Globally, many countries don’t have enough donated blood to meet their needs, a recent study suggests.
The World Health Organization (WHO) recommends that for every 1,000 people in any country, 10 to 20 blood donations are needed to provide adequate supplies. Blood transfusions save lives and improve health, and the WHO says ensuring a safe and adequate supply of blood should be an integral part of every country’s national health care policy.
But the study of the blood supply and demands for transfusions based on common health issues in 195 countries found that 119 of them may not have enough blood to meet the population’s needs.
“As more people are able to access care in low and middle income countries, the demand for blood transfusions will increase further, and — without financial, structural and regulatory support — will widen the gap we’ve uncovered between global supply and demand of blood,” said Meghan Delaney, a co-author of the study and a researcher at Children’s National Hospital in Washington, D.C.
The study is the first to estimate the gap between global supply and demand of blood based on country-specific medical needs, her team writes in the Lancet Haematology.
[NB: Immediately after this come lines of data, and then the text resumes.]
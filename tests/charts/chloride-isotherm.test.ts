import { describe, it, expect } from "vitest";
import { chlorideIsothermChart } from "../../lib/charts/chloride-isotherm";
import { resultCharts } from "../../lib/charts/result-charts";

describe("chloride binding isotherm chart", () => {
  const points = [
    { freeChlorideMolPerKgWater: 0.5, boundChlorideMgPerGBinder: 9.1, totalChlorideMassPercent: 1.6 },
    { freeChlorideMolPerKgWater: 0, boundChlorideMgPerGBinder: 0.1, totalChlorideMassPercent: 0.02 },
    { freeChlorideMolPerKgWater: 0.1, boundChlorideMgPerGBinder: 5.2, totalChlorideMassPercent: 0.6 },
  ];

  it("gives bound (left) and total (right) chloride in order of free chloride", () => {
    const chart = chlorideIsothermChart(points);
    expect(chart.rows).toEqual([
      { freeChlorideMolPerKgWater: 0, bound: 0.1, total: 0.02 },
      { freeChlorideMolPerKgWater: 0.1, bound: 5.2, total: 0.6 },
      { freeChlorideMolPerKgWater: 0.5, bound: 9.1, total: 1.6 },
    ]);
    expect(chart.series.map((s) => [s.key, s.axis, s.unit])).toEqual([
      ["bound", "left", "mg/g binder"],
      ["total", "right", "% of binder"],
    ]);
    expect(chart.x.unit).toBe("mol/kg water");
  });

  it("names the exposure's free chloride in the note when the result gives it", () => {
    expect(chlorideIsothermChart(points, 0.0034).note).toContain("0.0034 mol/kg water");
    expect(chlorideIsothermChart(points).note).not.toContain("exposure's free chloride");
  });

  it("is among a result's charts when the chloride scenario carries an isotherm, after the sweeps", () => {
    const result = {
      scenarios: {
        chloride: { isotherm: points, summary: { exposure: { freeChlorideMolPerKgWater: 0.0034 } }, sweep: { id: "chloride", title: "Chloride", doseLabel: "Cl", doseUnit: "mmol", points: [{ dose: 0, phases: { csh: 20 } }, { dose: 1, phases: { csh: 20 } }] } },
      },
    };
    expect(resultCharts(result).map((c) => c.id)).toEqual(["sweep-chloride", "chloride-isotherm"]);
    expect(resultCharts({ scenarios: { chloride: { isotherm: [points[0]] } } }).map((c) => c.id)).toEqual([]);
  });
});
“Other studies have focused on blood safety, such as the risk of transmitting infections such as HIV, but ours is the first to identify where the most critical shortages lie, and therefore where the most work needs to be done by governments to increase donation, scale-up transfusion services and develop alternatives,” said co-author Christina Fitzmaurice from the University of Washington.
To calculate the availability of blood worldwide, the researchers used data from a WHO survey on transfusion practices between 2011 and 2013, to which 180 of 195 countries responded.